Problem: After finding the line with "filename pipeline/retarded.py" in the entries below, retype exactly each line from there through the line with "span of a particle;", including that final line.

= Beginning of Section =

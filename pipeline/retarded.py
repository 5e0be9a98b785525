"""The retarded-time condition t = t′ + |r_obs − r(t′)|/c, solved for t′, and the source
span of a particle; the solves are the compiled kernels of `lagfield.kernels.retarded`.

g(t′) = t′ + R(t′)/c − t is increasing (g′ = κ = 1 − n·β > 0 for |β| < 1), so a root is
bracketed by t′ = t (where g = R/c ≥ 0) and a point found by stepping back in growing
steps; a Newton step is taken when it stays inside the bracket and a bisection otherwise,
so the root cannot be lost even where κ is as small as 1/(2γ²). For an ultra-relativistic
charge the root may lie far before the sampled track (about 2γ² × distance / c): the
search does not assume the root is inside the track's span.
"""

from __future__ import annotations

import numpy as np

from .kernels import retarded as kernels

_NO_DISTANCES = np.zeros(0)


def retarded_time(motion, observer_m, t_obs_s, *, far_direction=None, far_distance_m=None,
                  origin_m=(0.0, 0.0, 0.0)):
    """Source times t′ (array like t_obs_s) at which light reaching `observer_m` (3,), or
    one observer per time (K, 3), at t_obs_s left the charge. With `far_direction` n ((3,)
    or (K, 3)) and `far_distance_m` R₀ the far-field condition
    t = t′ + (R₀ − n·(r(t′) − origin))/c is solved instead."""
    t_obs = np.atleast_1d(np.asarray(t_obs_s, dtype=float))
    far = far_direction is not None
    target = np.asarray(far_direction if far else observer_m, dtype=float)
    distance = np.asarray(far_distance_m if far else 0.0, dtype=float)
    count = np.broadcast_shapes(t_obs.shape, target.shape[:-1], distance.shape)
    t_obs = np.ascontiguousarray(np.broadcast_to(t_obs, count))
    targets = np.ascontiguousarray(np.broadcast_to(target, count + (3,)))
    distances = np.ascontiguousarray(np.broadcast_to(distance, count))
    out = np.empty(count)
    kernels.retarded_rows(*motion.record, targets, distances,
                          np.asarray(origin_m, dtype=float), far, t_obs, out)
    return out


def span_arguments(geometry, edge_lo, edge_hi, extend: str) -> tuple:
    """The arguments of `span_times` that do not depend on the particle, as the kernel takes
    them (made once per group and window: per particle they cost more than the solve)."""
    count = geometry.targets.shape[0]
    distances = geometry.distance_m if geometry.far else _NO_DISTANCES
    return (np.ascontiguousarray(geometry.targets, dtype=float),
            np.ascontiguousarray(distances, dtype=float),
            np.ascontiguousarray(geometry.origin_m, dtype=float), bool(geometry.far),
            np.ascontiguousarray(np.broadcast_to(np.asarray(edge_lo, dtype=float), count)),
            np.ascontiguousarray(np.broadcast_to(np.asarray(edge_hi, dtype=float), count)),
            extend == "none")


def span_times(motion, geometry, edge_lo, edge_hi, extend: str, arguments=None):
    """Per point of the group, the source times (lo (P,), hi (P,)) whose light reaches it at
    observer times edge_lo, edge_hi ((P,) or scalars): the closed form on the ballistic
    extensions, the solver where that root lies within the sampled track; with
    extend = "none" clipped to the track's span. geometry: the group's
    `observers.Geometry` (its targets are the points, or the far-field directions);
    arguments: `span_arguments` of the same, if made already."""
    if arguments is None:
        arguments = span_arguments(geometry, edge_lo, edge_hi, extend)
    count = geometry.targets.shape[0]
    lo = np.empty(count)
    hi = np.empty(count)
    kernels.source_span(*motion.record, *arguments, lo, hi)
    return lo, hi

= End of Section =
= Beginning of Section =

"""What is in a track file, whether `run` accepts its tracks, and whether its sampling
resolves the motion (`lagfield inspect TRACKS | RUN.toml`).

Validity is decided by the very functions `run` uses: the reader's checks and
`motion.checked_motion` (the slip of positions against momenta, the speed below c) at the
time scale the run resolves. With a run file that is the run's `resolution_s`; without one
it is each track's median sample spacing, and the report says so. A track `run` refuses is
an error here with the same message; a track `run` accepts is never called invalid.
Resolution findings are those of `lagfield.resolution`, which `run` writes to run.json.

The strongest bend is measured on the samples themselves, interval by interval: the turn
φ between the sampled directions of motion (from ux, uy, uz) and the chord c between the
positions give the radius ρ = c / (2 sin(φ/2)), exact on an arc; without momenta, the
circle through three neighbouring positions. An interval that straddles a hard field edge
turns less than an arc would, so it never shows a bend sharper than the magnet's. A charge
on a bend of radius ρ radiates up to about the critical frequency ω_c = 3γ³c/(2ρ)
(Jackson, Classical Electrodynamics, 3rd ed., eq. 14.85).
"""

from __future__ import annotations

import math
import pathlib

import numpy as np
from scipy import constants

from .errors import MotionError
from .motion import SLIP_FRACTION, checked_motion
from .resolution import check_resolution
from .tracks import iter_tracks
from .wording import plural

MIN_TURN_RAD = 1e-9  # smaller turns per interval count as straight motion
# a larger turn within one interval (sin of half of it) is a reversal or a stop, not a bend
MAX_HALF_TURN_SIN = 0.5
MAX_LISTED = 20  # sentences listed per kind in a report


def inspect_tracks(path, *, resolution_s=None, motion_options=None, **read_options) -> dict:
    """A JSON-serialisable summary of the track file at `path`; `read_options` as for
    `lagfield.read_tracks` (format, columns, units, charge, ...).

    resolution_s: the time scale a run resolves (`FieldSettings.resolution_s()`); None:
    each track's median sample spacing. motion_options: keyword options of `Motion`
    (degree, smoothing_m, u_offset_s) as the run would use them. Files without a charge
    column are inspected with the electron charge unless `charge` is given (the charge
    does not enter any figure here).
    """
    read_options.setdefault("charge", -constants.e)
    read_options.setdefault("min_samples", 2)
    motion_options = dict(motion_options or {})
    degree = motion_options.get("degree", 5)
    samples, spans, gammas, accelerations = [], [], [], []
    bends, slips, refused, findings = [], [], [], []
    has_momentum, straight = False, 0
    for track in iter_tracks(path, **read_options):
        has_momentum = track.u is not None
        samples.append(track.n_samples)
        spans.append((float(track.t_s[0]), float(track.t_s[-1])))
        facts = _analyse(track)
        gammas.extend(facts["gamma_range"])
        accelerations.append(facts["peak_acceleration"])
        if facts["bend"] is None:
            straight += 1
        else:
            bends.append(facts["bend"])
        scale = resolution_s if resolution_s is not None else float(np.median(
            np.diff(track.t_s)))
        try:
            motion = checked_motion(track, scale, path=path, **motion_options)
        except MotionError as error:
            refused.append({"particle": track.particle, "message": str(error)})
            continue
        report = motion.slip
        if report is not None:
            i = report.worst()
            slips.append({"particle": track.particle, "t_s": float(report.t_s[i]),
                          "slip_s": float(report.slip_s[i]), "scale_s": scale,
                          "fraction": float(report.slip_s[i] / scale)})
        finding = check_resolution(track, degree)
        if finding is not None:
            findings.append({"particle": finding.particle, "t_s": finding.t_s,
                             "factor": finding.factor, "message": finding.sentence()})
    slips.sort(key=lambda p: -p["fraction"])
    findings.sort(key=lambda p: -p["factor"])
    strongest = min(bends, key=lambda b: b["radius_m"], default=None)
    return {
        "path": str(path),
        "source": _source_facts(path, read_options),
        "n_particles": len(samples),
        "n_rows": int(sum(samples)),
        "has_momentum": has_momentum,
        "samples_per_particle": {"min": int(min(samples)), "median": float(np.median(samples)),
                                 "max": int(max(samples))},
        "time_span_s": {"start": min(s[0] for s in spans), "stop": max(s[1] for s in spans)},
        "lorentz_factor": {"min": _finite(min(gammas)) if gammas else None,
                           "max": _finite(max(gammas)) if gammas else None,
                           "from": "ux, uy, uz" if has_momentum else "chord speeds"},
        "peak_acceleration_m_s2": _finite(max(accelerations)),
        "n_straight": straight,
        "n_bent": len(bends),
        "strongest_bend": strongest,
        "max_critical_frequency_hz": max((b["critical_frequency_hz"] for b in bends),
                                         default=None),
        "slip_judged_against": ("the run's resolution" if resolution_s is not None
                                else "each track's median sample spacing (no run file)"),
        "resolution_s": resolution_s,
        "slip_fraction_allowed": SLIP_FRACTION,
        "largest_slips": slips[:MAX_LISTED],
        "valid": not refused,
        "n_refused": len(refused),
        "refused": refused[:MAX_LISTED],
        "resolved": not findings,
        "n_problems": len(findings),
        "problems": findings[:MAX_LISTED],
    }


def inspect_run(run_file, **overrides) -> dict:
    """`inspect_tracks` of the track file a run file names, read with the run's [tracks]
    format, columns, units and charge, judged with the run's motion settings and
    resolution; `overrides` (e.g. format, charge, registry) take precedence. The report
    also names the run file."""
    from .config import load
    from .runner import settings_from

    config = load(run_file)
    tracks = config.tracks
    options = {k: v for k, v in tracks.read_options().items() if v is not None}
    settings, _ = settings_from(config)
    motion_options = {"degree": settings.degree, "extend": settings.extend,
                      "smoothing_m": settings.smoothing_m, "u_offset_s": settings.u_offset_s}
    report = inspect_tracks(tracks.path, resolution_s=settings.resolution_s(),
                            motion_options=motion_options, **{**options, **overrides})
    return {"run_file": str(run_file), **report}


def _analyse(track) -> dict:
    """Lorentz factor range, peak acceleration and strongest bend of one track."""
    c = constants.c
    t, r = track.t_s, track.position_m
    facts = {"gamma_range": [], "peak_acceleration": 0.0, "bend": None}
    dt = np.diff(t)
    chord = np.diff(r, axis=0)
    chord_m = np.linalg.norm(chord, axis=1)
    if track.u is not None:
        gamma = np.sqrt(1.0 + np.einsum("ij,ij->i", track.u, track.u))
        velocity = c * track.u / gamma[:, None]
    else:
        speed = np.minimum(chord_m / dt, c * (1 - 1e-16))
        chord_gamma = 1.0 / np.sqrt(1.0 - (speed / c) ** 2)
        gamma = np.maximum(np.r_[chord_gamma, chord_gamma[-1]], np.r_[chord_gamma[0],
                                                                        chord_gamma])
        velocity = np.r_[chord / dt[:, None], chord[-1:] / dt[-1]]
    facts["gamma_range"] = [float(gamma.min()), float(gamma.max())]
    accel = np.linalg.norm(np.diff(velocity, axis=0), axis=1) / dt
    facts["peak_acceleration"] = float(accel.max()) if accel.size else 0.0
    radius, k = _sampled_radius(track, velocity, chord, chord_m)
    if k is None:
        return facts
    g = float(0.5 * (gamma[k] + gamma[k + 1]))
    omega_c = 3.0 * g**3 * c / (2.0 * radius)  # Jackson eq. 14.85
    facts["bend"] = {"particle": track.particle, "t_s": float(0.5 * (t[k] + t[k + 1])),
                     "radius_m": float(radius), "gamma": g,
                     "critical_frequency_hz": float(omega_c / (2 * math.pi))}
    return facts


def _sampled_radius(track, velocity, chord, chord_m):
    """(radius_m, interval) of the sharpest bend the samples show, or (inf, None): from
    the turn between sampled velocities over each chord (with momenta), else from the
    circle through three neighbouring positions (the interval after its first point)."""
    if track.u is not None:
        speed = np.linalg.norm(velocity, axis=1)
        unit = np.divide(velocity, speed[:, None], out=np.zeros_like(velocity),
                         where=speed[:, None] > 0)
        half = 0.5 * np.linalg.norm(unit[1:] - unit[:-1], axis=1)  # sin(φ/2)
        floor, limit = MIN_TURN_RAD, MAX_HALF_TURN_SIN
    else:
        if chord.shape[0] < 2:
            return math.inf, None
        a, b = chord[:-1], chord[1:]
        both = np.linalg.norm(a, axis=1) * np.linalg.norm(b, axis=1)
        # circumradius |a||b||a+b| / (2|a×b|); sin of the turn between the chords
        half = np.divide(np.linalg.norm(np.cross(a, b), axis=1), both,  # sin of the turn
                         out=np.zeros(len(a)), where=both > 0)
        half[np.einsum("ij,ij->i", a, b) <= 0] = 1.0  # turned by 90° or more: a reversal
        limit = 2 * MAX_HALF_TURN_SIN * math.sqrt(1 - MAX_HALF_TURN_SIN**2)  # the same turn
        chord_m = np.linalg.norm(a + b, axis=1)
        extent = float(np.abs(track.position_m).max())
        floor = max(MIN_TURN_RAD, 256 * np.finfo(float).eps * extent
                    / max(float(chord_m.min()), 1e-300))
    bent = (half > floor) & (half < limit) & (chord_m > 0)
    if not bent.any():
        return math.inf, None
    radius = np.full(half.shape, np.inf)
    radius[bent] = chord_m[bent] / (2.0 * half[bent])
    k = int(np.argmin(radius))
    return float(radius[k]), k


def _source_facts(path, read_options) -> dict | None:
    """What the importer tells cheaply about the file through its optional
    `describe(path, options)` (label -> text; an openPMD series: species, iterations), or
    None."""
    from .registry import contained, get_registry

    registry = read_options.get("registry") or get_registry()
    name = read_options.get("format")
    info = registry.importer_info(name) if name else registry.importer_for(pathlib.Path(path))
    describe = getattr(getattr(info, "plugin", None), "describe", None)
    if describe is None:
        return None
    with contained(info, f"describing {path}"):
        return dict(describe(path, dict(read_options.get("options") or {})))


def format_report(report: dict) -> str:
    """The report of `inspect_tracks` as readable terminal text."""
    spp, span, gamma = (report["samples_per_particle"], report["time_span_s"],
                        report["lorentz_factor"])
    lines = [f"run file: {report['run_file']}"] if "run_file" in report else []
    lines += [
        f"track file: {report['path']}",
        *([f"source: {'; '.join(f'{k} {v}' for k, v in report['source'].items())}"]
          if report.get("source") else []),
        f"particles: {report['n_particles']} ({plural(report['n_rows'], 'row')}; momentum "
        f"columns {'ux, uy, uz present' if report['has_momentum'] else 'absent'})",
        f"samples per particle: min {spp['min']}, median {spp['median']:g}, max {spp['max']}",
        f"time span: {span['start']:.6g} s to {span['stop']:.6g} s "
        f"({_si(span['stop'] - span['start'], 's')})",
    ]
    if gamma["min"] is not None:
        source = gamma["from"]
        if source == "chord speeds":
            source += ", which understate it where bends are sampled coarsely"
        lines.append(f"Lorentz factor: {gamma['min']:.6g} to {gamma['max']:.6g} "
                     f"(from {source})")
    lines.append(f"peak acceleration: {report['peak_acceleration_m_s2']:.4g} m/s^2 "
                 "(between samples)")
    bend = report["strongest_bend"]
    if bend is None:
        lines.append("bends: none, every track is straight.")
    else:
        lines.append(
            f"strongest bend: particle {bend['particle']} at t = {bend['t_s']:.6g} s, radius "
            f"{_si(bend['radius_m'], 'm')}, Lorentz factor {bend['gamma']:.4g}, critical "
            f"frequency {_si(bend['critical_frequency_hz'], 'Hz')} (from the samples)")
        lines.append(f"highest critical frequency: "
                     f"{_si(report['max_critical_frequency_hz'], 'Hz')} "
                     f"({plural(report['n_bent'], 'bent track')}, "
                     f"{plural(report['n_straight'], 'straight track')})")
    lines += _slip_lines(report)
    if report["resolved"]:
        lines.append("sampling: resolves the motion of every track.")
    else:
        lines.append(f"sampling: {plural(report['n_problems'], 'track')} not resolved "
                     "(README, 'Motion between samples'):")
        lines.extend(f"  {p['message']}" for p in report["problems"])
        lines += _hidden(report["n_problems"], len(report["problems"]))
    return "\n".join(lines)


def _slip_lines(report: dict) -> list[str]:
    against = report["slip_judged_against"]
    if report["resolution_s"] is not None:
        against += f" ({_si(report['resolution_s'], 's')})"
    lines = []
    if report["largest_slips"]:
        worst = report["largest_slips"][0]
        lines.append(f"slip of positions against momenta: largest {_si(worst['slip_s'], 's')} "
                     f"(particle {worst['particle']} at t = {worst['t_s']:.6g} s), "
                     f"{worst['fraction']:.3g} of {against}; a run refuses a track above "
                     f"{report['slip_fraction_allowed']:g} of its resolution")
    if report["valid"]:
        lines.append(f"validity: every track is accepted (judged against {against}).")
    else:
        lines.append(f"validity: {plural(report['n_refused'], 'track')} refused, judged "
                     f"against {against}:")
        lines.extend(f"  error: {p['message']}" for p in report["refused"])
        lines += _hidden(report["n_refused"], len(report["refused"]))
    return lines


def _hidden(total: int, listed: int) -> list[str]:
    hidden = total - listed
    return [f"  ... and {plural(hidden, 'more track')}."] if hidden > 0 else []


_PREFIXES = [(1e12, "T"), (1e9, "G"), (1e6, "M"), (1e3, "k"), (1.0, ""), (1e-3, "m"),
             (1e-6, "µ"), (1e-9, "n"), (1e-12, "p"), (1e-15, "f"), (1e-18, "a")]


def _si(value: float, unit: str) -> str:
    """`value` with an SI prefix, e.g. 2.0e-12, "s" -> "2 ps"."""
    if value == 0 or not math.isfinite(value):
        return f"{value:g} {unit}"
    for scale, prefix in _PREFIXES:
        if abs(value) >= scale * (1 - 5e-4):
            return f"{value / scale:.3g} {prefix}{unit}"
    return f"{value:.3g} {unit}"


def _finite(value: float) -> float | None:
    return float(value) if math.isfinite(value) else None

= End of Section =

Problem solution:
filename pipeline/retarded.py
repository 5e0be9a98b785525
"""The retarded-time condition t = t′ + |r_obs − r(t′)|/c, solved for t′, and the source
span of a particle; the solves are the compiled kernels of `lagfield.kernels.retarded`.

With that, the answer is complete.